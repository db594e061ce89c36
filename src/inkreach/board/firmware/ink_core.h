/*
 * CAUTION: reference firmware, to be reviewed; NOT a certified motion controller.
 * Rehearse every new arm and plan with the pen lifted and the arm unloaded, keep
 * hands clear of a moving arm, keep a power switch within reach, and check the
 * pin numbers and pulse ranges against your motors' and drivers' documentation
 * (and follow their makers' instructions and local rules) before the first run.
 */
#ifndef INK_CORE_H
#define INK_CORE_H
#include <stdint.h>
#include "inkreach_config.h"
#include "ink_frame.h"
#include "ink_ring.h"
#include "ink_check.h"
#ifdef __cplusplus
extern "C" {
#endif
#define INK_PROTOCOL_VERSION 1
#define INK_NONE 0xFFFFFFFFUL

enum { INK_IDLE = 0, INK_RUNNING = 1, INK_STOPPING = 2, INK_STOPPED = 3, INK_FINISHED = 4 };

struct ink_core {
    struct ink_ring ring;
    struct ink_frame_rx rx;
    uint8_t msg[INK_PAYLOAD_MAX + 2];   /* decoded frame in, payload out */
    uint8_t wire[INK_RX_MAX + 2];       /* encoded frame out */
    int32_t q[2];                       /* posture of the motors now, 1e-4 degree */
    int32_t v[2];                       /* last change per period */
    uint32_t done;                      /* last stream sample executed, or INK_NONE */
    uint32_t last;                      /* from E */
    uint8_t pen;                        /* pen output now: 1 down */
    uint8_t state;
    uint8_t fault;
    uint8_t after_stop;                 /* state entered when the stop ramp ends */
    uint8_t started;                    /* a sample was executed since G */
    uint8_t has_last;
    uint8_t host_seq;                   /* seq of the last host frame answered */
    uint8_t cmd_type, cmd_seq;          /* last B/G/E/X acted on (type 0: none) */
    uint8_t since_report;
    uint8_t moved;                      /* 1 when the last tick output a sample */
};

/* The front-end provides this: send n bytes to the host (may drop when busy). */
void ink_port_write(const uint8_t *bytes, uint8_t n);

/* Boot (or reboot) with the motors at posture q1, q2: idle, empty buffer, pen up. */
void ink_init(struct ink_core *c, int32_t q1, int32_t q2);
/* Feed one byte received from the host. */
void ink_rx_byte(struct ink_core *c, uint8_t b);
/* Advance one period: execute the next sample, a stop-ramp step, or hold.
 * Afterwards c->q, c->pen are the outputs to apply, c->moved says whether a
 * sample (stream or stop ramp) was executed. */
void ink_tick(struct ink_core *c);
#ifdef __cplusplus
}
#endif
#endif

__Task description__:
What is needed is every line of the records that contains the word "ramp".

__Solution__:
    uint8_t after_stop;                 /* state entered when the stop ramp ends */
/* Advance one period: execute the next sample, a stop-ramp step, or hold.
 * sample (stream or stop ramp) was executed. */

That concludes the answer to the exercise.